Frequently Asked Questions About Environmental Science Degrees

How much can I make with an online degree in environmental science?

Data from the Bureau of Labor Statistics shows environmental scientists and specialists earned an average annual salary of $73,230 in 2020. However, there is a wide range of salaries for environmental science professionals depending on sector and experience. For example, the highest-paying industry for environmental scientists and specialists is the federal government with an average annual salary of $103,180.

Do I need a degree to work in environmental science?

Students' long-term career goals will influence which level of education they wish to pursue. Entry-level environmental science positions at the government level, as well as at some private firms, typically require a bachelor's degree in environmental science, earth science, or a related area. Master's degree are often necessary for advancement to higher positions, especially in consulting firms.
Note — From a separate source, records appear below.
//! `run --trace`: the flags, checked before anything runs, and the traced replications written afterwards.
//!
//! Every check that can fail on the user's input (the window, the
//! replications, the folder, the timeline file, a plant the tracer cannot
//! follow) is made here before the first replication, so a mistake costs a
//! second; the traced replications are then run again one by one (a
//! replication is fully determined by its seed and number, so its trace is
//! of exactly the run that was summarised).

use std::path::{Path, PathBuf};
use std::time::Instant;

use clap::Args;
use layflow_models::plant::Plant;
use layflow_models::results::folder::{check_new_file, sha256_hex, write_atomic};
use layflow_models::sim::trace::{untraceable, TraceOptions, TraceSink, TRACE_FILES};
use layflow_models::sim::{simulate_traced, Plan, RunSpec};
use layflow_models::units::{format_duration, parse_duration};
use serde::{Deserialize, Serialize};

use crate::failure::Failure;
use crate::output::note;

/// The trace flags of `layflow run`.
#[derive(Args, Debug, Clone, Default)]
pub struct TraceArgs {
    /// Write tidy CSV traces (lots, visits, moves, mover and machine states) of chosen
    /// replications into this folder (docs/traces.md).
    #[arg(long, value_name = "DIR")]
    pub trace: Option<PathBuf>,
    /// Replications to trace, numbered from 1 as `run` reports them (default: 1).
    #[arg(long, value_name = "N,..", value_delimiter = ',', requires = "trace")]
    pub trace_replications: Vec<u64>,
    /// The stretch of simulated time to trace, e.g. "2 d..3 d" (default: the observation
    /// window, from the end of the warm-up to the horizon).
    #[arg(long, value_name = "FROM..TO", requires = "trace")]
    pub trace_window: Option<String>,
    /// Draw the first traced replication's machines, movers and queues over (at most a
    /// day of) the trace window as an SVG timeline. Needs --trace.
    #[arg(long, value_name = "FILE.svg")]
    pub timeline: Option<PathBuf>,
    /// Replace the trace files already in the --trace folder, and an existing --timeline file.
    #[arg(long)]
    pub force: bool,
}

/// The name of a trace folder's manifest, written beside its five CSV files.
pub(crate) const TRACE_MANIFEST: &str = "trace.json";

/// `trace.json`: what a trace folder holds, so that a later reader (the
/// report's replay) can tell which scenario, layout and window it is of
/// without being told again (docs/traces.md, "The manifest").
#[derive(Debug, Clone, Serialize, Deserialize, PartialEq)]
pub(crate) struct TraceManifest {
    /// The layflow version that wrote the trace.
    pub layflow_version: String,
    /// The scenario file as given on the command line.
    pub scenario: String,
    /// SHA-256 of the scenario file's text, hex (as results folders name it).
    pub scenario_sha256: String,
    /// The plant's name.
    pub plant: String,
    /// The layout traced in this folder.
    pub layout: String,
    /// The replications traced, numbered from 1 as `run` reports them.
    pub replications: Vec<u64>,
    /// The traced window, simulated seconds [from, to].
    pub window_s: (f64, f64),
    /// The run's horizon, s.
    pub horizon_s: f64,
    /// The run's warm-up, s.
    pub warmup_s: f64,
    /// The run's base seed.
    pub seed: u64,
}

/// The checked trace request: folders opened, files created with their headers.
pub struct TracePlan {
    /// Replications to trace, 0-based.
    replications: Vec<u64>,
    /// The window as given (`None`: the observation window).
    window: Option<(f64, f64)>,
    /// Per traced layout: (layout index, its folder, its open files).
    sinks: Vec<(usize, PathBuf, TraceSink)>,
    timeline: Option<PathBuf>,
}

/// A layout's folder name: its name with anything but letters, digits, `.`, `-` and `_` made `_`.
pub(crate) fn folder_name(name: &str) -> String {
    let s: String = name
        .chars()
        .map(|c| if c.is_alphanumeric() || matches!(c, '.' | '-' | '_') { c } else { '_' })
        .collect();
    if s.is_empty() || s.chars().all(|c| c == '.') {
        "layout".to_string()
    } else {
        s
    }
}

/// Reads `--trace-window "FROM..TO"` in seconds (the report's `--replay-window` too).
/// `flag` names the option in messages.
pub(crate) fn parse_window(flag: &str, text: &str, horizon_s: f64) -> Result<(f64, f64), Failure> {
    let bad = |why: String| Failure::input(format!("{flag} {text:?}: {why}"));
    let (a, b) = text
        .split_once("..")
        .ok_or_else(|| bad("write it as FROM..TO with units, e.g. \"2 d..3 d\" or \"36 h..48 h\"".into()))?;
    let from = parse_duration(a.trim()).map_err(|e| bad(format!("FROM: {e}")))?;
    let to = parse_duration(b.trim()).map_err(|e| bad(format!("TO: {e}")))?;
    if from < 0.0 || to <= from {
        return Err(bad("TO must come after FROM, and FROM must not be negative".into()));
    }
    if to > horizon_s {
        return Err(bad(format!(
            "the run ends at {} (the horizon); choose a window inside it, or a longer --horizon",
            format_duration(horizon_s)
        )));
    }
    Ok((from, to))
}

impl TraceArgs {
    /// Check every trace flag and open the trace files, before anything runs.
    /// `None` without `--trace`.
    pub fn prepare(
        &self,
        plant: &Plant,
        layouts: &[usize],
        replications: u32,
        horizon_s: f64,
    ) -> Result<Option<TracePlan>, Failure> {
        let Some(dir) = &self.trace else {
            if self.timeline.is_some() {
                return Err(Failure::input(
                    "--timeline draws a traced replication: add --trace DIR (the folder for its CSV files)",
                ));
            }
            return Ok(None);
        };
        let reps = if self.trace_replications.is_empty() { vec![1] } else { self.trace_replications.clone() };
        for &r in &reps {
            if r == 0 || r > u64::from(replications) {
                return Err(Failure::input(format!(
                    "--trace-replications {r}: replications are numbered 1 to {replications} (--replications); \
                     choose among them, or raise --replications"
                )));
            }
        }
        let mut reps: Vec<u64> = reps.iter().map(|r| r - 1).collect();
        reps.sort_unstable();
        reps.dedup();
        let window =
            self.trace_window.as_deref().map(|w| parse_window("--trace-window", w, horizon_s)).transpose()?;
        for &l in layouts {
            if let Some(why) = untraceable(&Plan::new(plant, l)) {
                return Err(Failure::input(format!(
                    "--trace: layout \"{}\" cannot be traced yet: {why}; traces follow plants without these \
                     features for now (docs/traces.md)",
                    plant.layouts[l].name
                )));
            }
        }
        if let Some(file) = &self.timeline {
            check_new_file(file, "--timeline", self.force)?;
            if file.extension().and_then(|e| e.to_str()) != Some("svg") {
                return Err(Failure::input(format!(
                    "--timeline {}: the timeline is an SVG picture; name the file …\u{2009}.svg",
                    file.display()
                )));
            }
        }
        let folders: Vec<(usize, PathBuf)> = if layouts.len() == 1 {
            vec![(layouts[0], dir.clone())]
        } else {
            layouts.iter().map(|&l| (l, dir.join(folder_name(&plant.layouts[l].name)))).collect()
        };
        self.check_folder(dir)?;
        let mut sinks = Vec::with_capacity(folders.len());
        for (l, folder) in folders {
            self.check_folder(&folder)?;
            std::fs::create_dir_all(&folder).map_err(|e| {
                Failure::input(format!("--trace {}: cannot create the folder: {e}", folder.display()))
            })?;
            let sink = TraceSink::create(&folder).map_err(|e| {
                Failure::input(format!("--trace {}: {e}; choose a folder you can write to", dir.display()))
            })?;
            sinks.push((l, folder, sink));
        }
        Ok(Some(TracePlan { replications: reps, window, sinks, timeline: self.timeline.clone() }))
    }

    /// Refuse a folder that holds anything, unless `--force` and what it
    /// holds is trace files (or layout folders of them): `--force` deletes
    /// those files only, as `--force` does for results folders.
    fn check_folder(&self, folder: &Path) -> Result<(), Failure> {
        if folder.exists() && !folder.is_dir() {
            return Err(Failure::input(format!("--trace {}: a file, not a folder", folder.display())));
        }
        let Ok(entries) = std::fs::read_dir(folder) else {
            return Ok(()); // missing: created later (which reports what goes wrong)
        };
        let names: Vec<String> =
            entries.filter_map(Result::ok).map(|e| e.file_name().to_string_lossy().into_owned()).collect();
        if names.is_empty() {
            return Ok(());
        }
        if !self.force {
            return Err(Failure::input(format!(
                "--trace {}: the folder is not empty; choose a new or empty folder, or add --force to replace \
                 the trace files in it (it deletes only {} and {TRACE_MANIFEST})",
                folder.display(),
                TRACE_FILES.join(", ")
            )));
        }
        for f in TRACE_FILES.iter().chain([&TRACE_MANIFEST]) {
            let path = folder.join(f);
            if path.is_file() {
                std::fs::remove_file(&path)
                    .map_err(|e| Failure::input(format!("--force: cannot delete {}: {e}", path.display())))?;
            }
        }
        Ok(())
    }
}

impl TracePlan {
    /// Run the traced replications of every traced layout, write each
    /// folder's `trace.json`, then draw the timeline. `scenario` is the
    /// scenario file as given (its text is hashed into the manifest).
    pub fn write(mut self, plant: &Plant, spec: &RunSpec, scenario: &Path) -> Result<(), Failure> {
        let window = self.window.unwrap_or((spec.warmup_s, spec.horizon_s));
        let text = std::fs::read(scenario).map_err(|e| {
            Failure::input(format!("{}: cannot read the scenario again: {e}", scenario.display()))
        })?;
        let scenario_sha256 = sha256_hex(&text);
        let started = Instant::now();
        for (l, folder, sink) in &mut self.sinks {
            let spec = RunSpec { layout: *l, ..*spec };
            let plan = Plan::new(plant, *l);
            let opts = TraceOptions::new(plant, window);
            for &r in &self.replications {
                simulate_traced(&plan, &spec, r, sink, &opts).map_err(|e| Failure::run(e.to_string()))?;
            }
            sink.flush().map_err(|e| Failure::run(e.to_string()))?;
            let manifest = TraceManifest {
                layflow_version: env!("CARGO_PKG_VERSION").to_string(),
                scenario: scenario.display().to_string(),
                scenario_sha256: scenario_sha256.clone(),
                plant: plant.name.clone(),
                layout: plant.layouts[*l].name.clone(),
                replications: self.replications.iter().map(|r| r + 1).collect(),
                window_s: window,
                horizon_s: spec.horizon_s,
                warmup_s: spec.warmup_s,
                seed: spec.seed,
            };
            let json = serde_json::to_string_pretty(&manifest).expect("a trace manifest serialises") + "\n";
            write_atomic(folder, TRACE_MANIFEST, json.as_bytes())?;
            note!(
                "trace: layout \"{}\", replication{} {}, {} to {}: {}",
                plant.layouts[*l].name,
                if self.replications.len() == 1 { "" } else { "s" },
                self.replications.iter().map(|r| (r + 1).to_string()).collect::<Vec<_>>().join(", "),
                format_duration(window.0),
                format_duration(window.1),
                folder.display()
            );
        }
        note!("trace: written in {:.2} s", started.elapsed().as_secs_f64());
        if let Some(file) = &self.timeline {
            let (l, folder, _) = &self.sinks[0];
            let mut shown = window;
            if shown.1 - shown.0 > 86_400.0 {
                shown.1 = shown.0 + 86_400.0;
                note!(
                    "--timeline: the trace window is longer than a day; drawing its first day ({} to {})",
                    format_duration(shown.0),
                    format_duration(shown.1)
                );
            }
            let title = format!(
                "{} \u{2014} layout {}, replication {}",
                plant.name,
                plant.layouts[*l].name,
                self.replications[0] + 1
            );
            let svg = crate::render::timeline::draw(folder, self.replications[0] + 1, shown, &title)
                .map_err(Failure::run)?;
            std::fs::write(file, svg)
                .map_err(|e| Failure::run(format!("--timeline {}: cannot write: {e}", file.display())))?;
            note!("timeline: {}", file.display());
        }
        Ok(())
    }
}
To teach and/or conduct research at colleges and universities, an environmental scientist will need a doctoral degree in an environmental science area.

What is the demand for positions within the environmental science field?

A number of emerging issues, such as the evolving effects of climate change and the dangers of hydraulic fracturing (fracking), are expected to drive above-average growth (8%) in demand for environmental scientists and specialists over the next eight years. Professionals with the right combination of education and experience will thus be eligible for many employment opportunities across a range of disciplines in the field of environmental science.